Local doctor travels to New York City to battle pandemic

Gainesville ER Doctor Josh Mugele has seen patients on both ends of the COVID-19 pandemic.

"I see a lot of fairly healthy people. I've seen people who were crashing and dying. I've coded a patient with coronavirus," he explained.

He saw even more of this for nearly a month inside an East Harlem hospital.

In early April, Doctor Mugele said he went to help New York City's medical staff during their surge in coronavirus patients.

"They really put themselves on the front lines primarily. A lot of them, you know, contracted the illness and a few of them died from it," he mentioned to FOX 5's Brian Hill.

He said he's learned a lot from being on the front line in one of the pandemic's hardest-hit areas.

"It was pretty surreal," Dr. Mugele recalled.

A surreal feeling that he also felt outside of the ER.

"I took a Lyft to Times Square and it was completely empty.

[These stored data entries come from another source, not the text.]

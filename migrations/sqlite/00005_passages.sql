-- What the doors' own system knows: who went through which door, and who can open which. Neither is part of the
-- book, whose entries say only that they were brought in. And from when a badge is whose.

-- +goose Up

-- at_micro counts microseconds since 1970 in UTC. Exports that overlap bring the same row again.
CREATE TABLE passages (
    site TEXT NOT NULL,
    at_micro BIGINT NOT NULL,
    door TEXT NOT NULL,
    badge TEXT NOT NULL,
    direction TEXT NOT NULL,
    batch TEXT NOT NULL,
    PRIMARY KEY (site, at_micro, door, badge, direction)
);

CREATE TABLE holders (
    batch TEXT NOT NULL,
    badge TEXT NOT NULL,
    door TEXT NOT NULL,
    PRIMARY KEY (batch, badge, door)
);

ALTER TABLE people ADD COLUMN
    from_day TEXT;

-- What a safety officer has explained.
CREATE TABLE marks (
    seq BIGINT NOT NULL REFERENCES entries (seq),
    n BIGINT NOT NULL,
    ended BIGINT NOT NULL,
    entry TEXT NOT NULL,
    batch TEXT NOT NULL,
    site TEXT NOT NULL,
    at_time TEXT NOT NULL,
    door TEXT NOT NULL,
    badge TEXT NOT NULL,
    touched BIGINT NOT NULL,
    PRIMARY KEY (seq, n)
);
CREATE INDEX marks_ended ON marks (ended) WHERE ended > 0;
CREATE INDEX marks_touched ON marks (touched) WHERE touched > 0;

There were no cars, no traffic," he described.

Now that many states have reopened, Mugele told us what scares him the most "is that this disease really affects the people who are front line workers, who are poor, who don't have the resources and who have underlying health conditions."

He also fears the number of cases and deaths will rise.

"The only question is - have we delayed it long enough? Is the increase in [the] number of deaths and increase the number of cases going to be gradual enough that we can handle it as a health system?"

As businesses continue reopening, Dr. Mugele said everyone should keep social distancing and wash their hands.